● EXERCISE INSTRUCTIONS
Your task is to repeat the entries exactly from their first line through the line with "readonly files: Set<string>;", and to stop there.

--- STUDY MATERIAL ---

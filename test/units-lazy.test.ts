/**
 * mathjs costs most of a second and over 100 MB to load, so the numeric core
 * must never import it, and "pinchoff/units" only when a text with a unit is
 * parsed. These tests read the module graph from the sources (so they fail as
 * soon as someone adds such an import) and watch a real process load it.
 */
import { describe, expect, it } from "vitest";
import { execFileSync } from "node:child_process";
import { existsSync, readFileSync } from "node:fs";
import { dirname, join, resolve } from "node:path";
import { fileURLToPath } from "node:url";
import ts from "typescript";

const root = resolve(dirname(fileURLToPath(import.meta.url)), "..");
const heavy = ["mathjs", "katex", "plotly.js-basic-dist-min", "tslab"];

interface Graph {
  /** Every lib file reached through imports that run at load time. */
  readonly files: Set<string>;
  /** Package → the file that imports it at load time. */
  readonly eager: Map<string, string>;
  /** Package → the file that loads it on demand (import() or a require call). */
  readonly lazy: Map<string, string>;
}

const packageOf = (spec: string) => (spec.startsWith("@") ? spec.split("/").slice(0, 2).join("/") : spec.split("/")[0]!);

/** Follow load-time imports from `entry`; type-only imports are erased by tsc and not followed. */
function moduleGraph(entry: string): Graph {
  const g: Graph = { files: new Set(), eager: new Map(), lazy: new Map() };
  const visit = (file: string) => {
    if (g.files.has(file)) return;
    g.files.add(file);
    const src = ts.createSourceFile(file, readFileSync(file, "utf8"), ts.ScriptTarget.ES2022, true);
    const follow = (spec: string, lazy: boolean) => {
      if (spec.startsWith(".")) {
        const target = resolve(dirname(file), spec.replace(/\.js$/, ".ts"));
        if (!existsSync(target)) throw new Error(`${file}: import "${spec}" resolves to no source file`);
        if (!lazy) visit(target);
      } else if (!spec.startsWith("node:")) (lazy ? g.lazy : g.eager).set(packageOf(spec), file);
    };
    for (const st of src.statements) {
      if (ts.isImportDeclaration(st) && ts.isStringLiteral(st.moduleSpecifier) && !st.importClause?.isTypeOnly) follow(st.moduleSpecifier.text, false);
      if (ts.isExportDeclaration(st) && st.moduleSpecifier && ts.isStringLiteral(st.moduleSpecifier) && !st.isTypeOnly) follow(st.moduleSpecifier.text, false);
    }
    const calls = (n: ts.Node): void => {
      if (ts.isCallExpression(n) && n.arguments.length >= 1 && ts.isStringLiteral(n.arguments[0]!)) {
        const callee = n.expression;
        const isLoad = callee.kind === ts.SyntaxKind.ImportKeyword || (ts.isIdentifier(callee) && callee.text === "require") || (ts.isCallExpression(callee) && ts.isIdentifier(callee.expression) && callee.expression.text === "createRequire");
        if (isLoad) follow((n.arguments[0] as ts.StringLiteral).text, true);
      }
      n.forEachChild(calls);
    };
    src.forEachChild(calls);
  };
  visit(join(root, entry));
  return g;
}

describe("module graph (read from the sources)", () => {
  it("the reader sees a static mathjs import where there is one (the formula generator)", () => {
    expect(moduleGraph("lib/formulas/generate.ts").eager.has("mathjs")).toBe(true);
  });

  it("the reader sees the lazy mathjs load in the unit parser", () => {
    expect(moduleGraph("lib/units/parse.ts").lazy.get("mathjs")).toBe(join(root, "lib/units/parse.ts"));
  });

  it("the numeric core (lib/index.ts) imports no parser, typesetter or plotting library at load time", () => {
    const g = moduleGraph("lib/index.ts");
    const found = heavy.filter((p) => g.eager.has(p)).map((p) => `${p} (imported by ${g.eager.get(p)!.slice(root.length + 1)})`);
    expect(found).toEqual([]);
    expect(g.files.has(join(root, "lib/units/parse.ts"))).toBe(false);
  });

  it('"pinchoff/units" (lib/units/index.ts) loads mathjs only on demand', () => {
    const g = moduleGraph("lib/units/index.ts");
    expect(g.eager.has("mathjs")).toBe(false);
    expect(g.lazy.has("mathjs")).toBe(true);
  });
});

describe("a real process", () => {
  it("loads mathjs at the first text with a unit, not at import and not for SPICE numbers or codes", () => {
    const script = `
      import { createRequire } from "node:module";
      const cache = createRequire(${JSON.stringify(join(root, "package.json"))}).cache;
      const mathjsLoaded = () => Object.keys(cache).some((k) => k.includes("/node_modules/mathjs/"));
      const u = await import(${JSON.stringify(join(root, "lib/units/index.ts"))});
      const seen = { atImport: mathjsLoaded(), flagAtImport: u.unitEngineLoaded() };
      u.parseQuantity("4.7k", "resistance"); u.parseQuantity("4k7", "resistance"); u.parseQuantity("0.5", "dimensionless");
      seen.afterNumbers = mathjsLoaded();
      seen.value = u.parseQuantity("4.7 kΩ", "resistance");
      seen.afterUnit = mathjsLoaded();
      seen.flagAfterUnit = u.unitEngineLoaded();
      console.log(JSON.stringify(seen));`;
    const out = execFileSync(process.execPath, ["--import", "tsx", "--input-type=module", "-e", script], { cwd: root, encoding: "utf8" });
    expect(JSON.parse(out.trim().split("\n").at(-1)!)).toEqual({ atImport: false, flagAtImport: false, afterNumbers: false, value: 4700, afterUnit: true, flagAfterUnit: true });
  });
});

---

● EXERCISE ANSWER
filename test/units-lazy.test.ts
/**
 * mathjs costs most of a second and over 100 MB to load, so the numeric core
 * must never import it, and "pinchoff/units" only when a text with a unit is
 * parsed. These tests read the module graph from the sources (so they fail as
 * soon as someone adds such an import) and watch a real process load it.
 */
import { describe, expect, it } from "vitest";
import { execFileSync } from "node:child_process";
import { existsSync, readFileSync } from "node:fs";
import { dirname, join, resolve } from "node:path";
import { fileURLToPath } from "node:url";
import ts from "typescript";

const root = resolve(dirname(fileURLToPath(import.meta.url)), "..");
const heavy = ["mathjs", "katex", "plotly.js-basic-dist-min", "tslab"];

interface Graph {
  /** Every lib file reached through imports that run at load time. */
  readonly files: Set<string>;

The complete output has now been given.